* _Data for this task_
● ● ● ● ● ● ●
describe('GS1 field rules', () => {
  it.each([
    ['ABCDEFGHIJ1234567890', 'ok'], // A1.1: (10) X..20 — 20 characters is the maximum
    ['ABCDEFGHIJ1234567890X', 'too_long'], // A1.1 / Part B: bwip-js GS1valueTooLong for a 21-char lot
    ['abc-xyz_1', 'ok'], // A1.2: lower case and _ are CSET 82 (bwip-js accepts (10)abc-xyz_1)
    ["!\"%&'()*+,-./:;<=>?_", 'ok'], // A1.2: every CSET 82 punctuation character
    ['AB#C', 'bad_character'], // A1.2: bwip-js GS1badCSET82character for (10)AB#C
    ['SN 1', 'bad_character'], // A1.2: space is not CSET 82
    ['L\u00e91', 'bad_character'], // A1.2: nothing above 0x7F
  ])('lot %j → %s', (lot, expected) => {
    const r = parseUdi('0109506000134352' + '10' + lot, TODAY)
    if (expected === 'ok') expect(ok(r).lot).toBe(lot)
    else expect(errCode(r)).toBe(expected)
  })

  it('serial max 20 (A1.1: (21) X..20)', () => {
    expect(ok(parseUdi('010950600013435221' + 'S'.repeat(20), TODAY)).serial).toBe('S'.repeat(20)) // A1.1
    expect(errCode(parseUdi('010950600013435221' + 'S'.repeat(21), TODAY))).toBe('too_long') // A1.1
  })

  it('(240)/(241) X..30, (30) N..8 (A1.1)', () => {
    expect(ok(parseUdi('0109506000134352240' + 'R'.repeat(30), TODAY)).fields['240']).toHaveLength(30) // A1.1
    expect(errCode(parseUdi('0109506000134352241' + 'R'.repeat(31), TODAY))).toBe('too_long') // A1.1
    expect(ok(parseUdi('010950600013435230' + '12345678', TODAY)).fields['30']).toBe('12345678') // A1.1
    expect(errCode(parseUdi('010950600013435230' + '123456789', TODAY))).toBe('too_long') // A1.1
    expect(errCode(parseUdi('010950600013435230' + '12A', TODAY))).toBe('bad_character') // A1.1: N only
  })

  it('(10)/(17)/(21) need (01) (A1.1 "must go with"; Part B: bwip-js GS1missingAIs)', () => {
    expect(errCode(parseUdi('10ABC123', TODAY))).toBe('missing_gtin') // A1.1 / Part B
    expect(errCode(parseUdi('(17)261231(21)X', TODAY))).toBe('missing_gtin') // A1.1
    expect(errCode(parseUdi('00095012345678901237', TODAY))).toBe('missing_gtin') // computed SSCC (check 7) alone: not a product
  })

  it('(250) needs (21), (7004) needs (10) (GS1 Barcode Syntax Dictionary req=)', () => {
    expect(errCode(parseUdi('(01)09506000134352(250)X1', TODAY))).toBe('missing_ai') // dictionary 250 req=21
    expect(ok(parseUdi('(01)09506000134352(250)X1(21)S', TODAY)).fields['250']).toBe('X1') // dictionary
    expect(errCode(parseUdi('(01)09506000134352(7004)12', TODAY))).toBe('missing_ai') // dictionary 7004 req=10
  })

  it('duplicate AI: same value tolerated, different value refused (Part B: bwip-js GS1repeatedDifferingAIs)', () => {
    expect(ok(parseUdi('(01)09506000134352(10)A(10)A', TODAY)).lot).toBe('A') // Part B
    expect(errCode(parseUdi('(01)09506000134352(10)A(10)B', TODAY))).toBe('conflicting_ai') // Part B
  })

  it('AIs that exclude each other (GS1 Barcode Syntax Dictionary ex=)', () => {
    expect(errCode(parseUdi('(01)09506000134352(02)09506000134352', TODAY))).toBe('conflicting_ai') // dictionary 02 ex=01
    expect(errCode(parseUdi('(01)09506000134352(21)S1(235)T1', TODAY))).toBe('conflicting_ai') // dictionary 21 ex=235
    expect(errCode(parseUdi('(01)09506000134352(3102)000100(3103)000010', TODAY))).toBe('conflicting_ai') // dictionary 310n ex=310n
  })

  it('unknown AIs are refused, not guessed (brief)', () => {
    expect(errCode(parseUdi('0109506000134352' + '555XYZ', TODAY))).toBe('unknown_ai') // no AI 555 in the dictionary
    expect(errCode(parseUdi('(01)09506000134352(55)X', TODAY))).toBe('unknown_ai') // no AI 55
    expect(errCode(parseUdi('0109506000134352' + '7241' + '01', TODAY))).toBe('unknown_ai') // 7241 exists but is not in our table
  })

  it('other known AIs are kept in fields (dictionary formats)', () => {
    const r = ok(parseUdi('(01)09506000134352(11)250115(22)V1(8012)2.1.0(90)INT(714)ABC', TODAY)) // dictionary entries 11 22 8012 90 714
    expect(r.fields).toMatchObject({ '11': '250115', '22': 'V1', '8012': '2.1.0', '90': 'INT', '714': 'ABC' })
    expect(r.manufactured).toBe('2025-01-15') // brief: manufactured from (11)
  })

  it('truncated data is reported as such', () => {
    expect(errCode(parseUdi('01095060001343', TODAY))).toBe('truncated') // A1.3: (01) is 16 long in total
    expect(errCode(parseUdi('0109506000134352' + '1726123', TODAY))).toBe('truncated') // A1.3: (17) is 8 long
    expect(errCode(parseUdi('0109506000134352' + '10', TODAY))).toBe('truncated') // A1.1: X..20 needs ≥ 1
    expect(errCode(parseUdi('0109506000134352' + '10' + GS + '21X', TODAY))).toBe('truncated') // empty lot
    expect(errCode(parseUdi('0109506000134352' + '24', TODAY))).toBe('truncated') // ends inside AI (240)…
    expect(errCode(parseUdi('0109' + GS + '506000134352', TODAY))).toBe('truncated') // GS inside a fixed field
    expect(errCode(parseUdi('0109506000134352' + '70032612311' + GS + '10A', TODAY))).toBe('truncated') // A1.1: (7003) N10
  })

  it('a GTIN on its own (retail barcode, or typed without "(01)") is explained, not parsed', () => {
    for (const bare of ['5901234123457', '09506000134352', '95212340']) {
      // A1.5 GTIN-13 / GS1 example GTIN-14 / computed GTIN-8: no AI, so not an element string (A1.1)
      const r = parseUdi(bare, TODAY)
      expect(errCode(r)).toBe('unknown_format')
      expect(r.ok ? '' : r.error.message).toMatch(/GTIN/)
    }
  })

  it('a letter where a field number belongs is a layout error', () => {
    expect(errCode(parseUdi('0109506000134352ABC', TODAY))).toBe('bad_format') // A1.3: (01) is exactly 14 digits
  })
})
● ● ● ● ● ● ●
* _Work task_
All entries must be printed exactly, with nothing omitted.

* _Task response_
describe('GS1 field rules', () => {
  it.each([
    ['ABCDEFGHIJ1234567890', 'ok'], // A1.1: (10) X..20 — 20 characters is the maximum
    ['ABCDEFGHIJ1234567890X', 'too_long'], // A1.1 / Part B: bwip-js GS1valueTooLong for a 21-char lot
    ['abc-xyz_1', 'ok'], // A1.2: lower case and _ are CSET 82 (bwip-js accepts (10)abc-xyz_1)
    ["!\"%&'()*+,-./:;<=>?_", 'ok'], // A1.2: every CSET 82 punctuation character
    ['AB#C', 'bad_character'], // A1.2: bwip-js GS1badCSET82character for (10)AB#C
    ['SN 1', 'bad_character'], // A1.2: space is not CSET 82
    ['L\u00e91', 'bad_character'], // A1.2: nothing above 0x7F
  ])('lot %j → %s', (lot, expected) => {
    const r = parseUdi('0109506000134352' + '10' + lot, TODAY)
    if (expected === 'ok') expect(ok(r).lot).toBe(lot)
    else expect(errCode(r)).toBe(expected)
  })

  it('serial max 20 (A1.1: (21) X..20)', () => {
    expect(ok(parseUdi('010950600013435221' + 'S'.repeat(20), TODAY)).serial).toBe('S'.repeat(20)) // A1.1
    expect(errCode(parseUdi('010950600013435221' + 'S'.repeat(21), TODAY))).toBe('too_long') // A1.1
  })

  it('(240)/(241) X..30, (30) N..8 (A1.1)', () => {
    expect(ok(parseUdi('0109506000134352240' + 'R'.repeat(30), TODAY)).fields['240']).toHaveLength(30) // A1.1
    expect(errCode(parseUdi('0109506000134352241' + 'R'.repeat(31), TODAY))).toBe('too_long') // A1.1
    expect(ok(parseUdi('010950600013435230' + '12345678', TODAY)).fields['30']).toBe('12345678') // A1.1
    expect(errCode(parseUdi('010950600013435230' + '123456789', TODAY))).toBe('too_long') // A1.1
    expect(errCode(parseUdi('010950600013435230' + '12A', TODAY))).toBe('bad_character') // A1.1: N only
  })

  it('(10)/(17)/(21) need (01) (A1.1 "must go with"; Part B: bwip-js GS1missingAIs)', () => {
    expect(errCode(parseUdi('10ABC123', TODAY))).toBe('missing_gtin') // A1.1 / Part B
    expect(errCode(parseUdi('(17)261231(21)X', TODAY))).toBe('missing_gtin') // A1.1
    expect(errCode(parseUdi('00095012345678901237', TODAY))).toBe('missing_gtin') // computed SSCC (check 7) alone: not a product
  })

  it('(250) needs (21), (7004) needs (10) (GS1 Barcode Syntax Dictionary req=)', () => {
    expect(errCode(parseUdi('(01)09506000134352(250)X1', TODAY))).toBe('missing_ai') // dictionary 250 req=21
    expect(ok(parseUdi('(01)09506000134352(250)X1(21)S', TODAY)).fields['250']).toBe('X1') // dictionary
    expect(errCode(parseUdi('(01)09506000134352(7004)12', TODAY))).toBe('missing_ai') // dictionary 7004 req=10
  })

  it('duplicate AI: same value tolerated, different value refused (Part B: bwip-js GS1repeatedDifferingAIs)', () => {
    expect(ok(parseUdi('(01)09506000134352(10)A(10)A', TODAY)).lot).toBe('A') // Part B
    expect(errCode(parseUdi('(01)09506000134352(10)A(10)B', TODAY))).toBe('conflicting_ai') // Part B
  })

  it('AIs that exclude each other (GS1 Barcode Syntax Dictionary ex=)', () => {
    expect(errCode(parseUdi('(01)09506000134352(02)09506000134352', TODAY))).toBe('conflicting_ai') // dictionary 02 ex=01
    expect(errCode(parseUdi('(01)09506000134352(21)S1(235)T1', TODAY))).toBe('conflicting_ai') // dictionary 21 ex=235
    expect(errCode(parseUdi('(01)09506000134352(3102)000100(3103)000010', TODAY))).toBe('conflicting_ai') // dictionary 310n ex=310n
  })

  it('unknown AIs are refused, not guessed (brief)', () => {
    expect(errCode(parseUdi('0109506000134352' + '555XYZ', TODAY))).toBe('unknown_ai') // no AI 555 in the dictionary
    expect(errCode(parseUdi('(01)09506000134352(55)X', TODAY))).toBe('unknown_ai') // no AI 55
    expect(errCode(parseUdi('0109506000134352' + '7241' + '01', TODAY))).toBe('unknown_ai') // 7241 exists but is not in our table
  })

  it('other known AIs are kept in fields (dictionary formats)', () => {
    const r = ok(parseUdi('(01)09506000134352(11)250115(22)V1(8012)2.1.0(90)INT(714)ABC', TODAY)) // dictionary entries 11 22 8012 90 714
    expect(r.fields).toMatchObject({ '11': '250115', '22': 'V1', '8012': '2.1.0', '90': 'INT', '714': 'ABC' })
    expect(r.manufactured).toBe('2025-01-15') // brief: manufactured from (11)
  })

  it('truncated data is reported as such', () => {
    expect(errCode(parseUdi('01095060001343', TODAY))).toBe('truncated') // A1.3: (01) is 16 long in total
    expect(errCode(parseUdi('0109506000134352' + '1726123', TODAY))).toBe('truncated') // A1.3: (17) is 8 long
    expect(errCode(parseUdi('0109506000134352' + '10', TODAY))).toBe('truncated') // A1.1: X..20 needs ≥ 1
    expect(errCode(parseUdi('0109506000134352' + '10' + GS + '21X', TODAY))).toBe('truncated') // empty lot
    expect(errCode(parseUdi('0109506000134352' + '24', TODAY))).toBe('truncated') // ends inside AI (240)…
    expect(errCode(parseUdi('0109' + GS + '506000134352', TODAY))).toBe('truncated') // GS inside a fixed field
    expect(errCode(parseUdi('0109506000134352' + '70032612311' + GS + '10A', TODAY))).toBe('truncated') // A1.1: (7003) N10
  })

  it('a GTIN on its own (retail barcode, or typed without "(01)") is explained, not parsed', () => {
    for (const bare of ['5901234123457', '09506000134352', '95212340']) {
      // A1.5 GTIN-13 / GS1 example GTIN-14 / computed GTIN-8: no AI, so not an element string (A1.1)
      const r = parseUdi(bare, TODAY)
      expect(errCode(r)).toBe('unknown_format')
      expect(r.ok ? '' : r.error.message).toMatch(/GTIN/)
    }
  })

  it('a letter where a field number belongs is a layout error', () => {
    expect(errCode(parseUdi('0109506000134352ABC', TODAY))).toBe('bad_format') // A1.3: (01) is exactly 14 digits
  })
})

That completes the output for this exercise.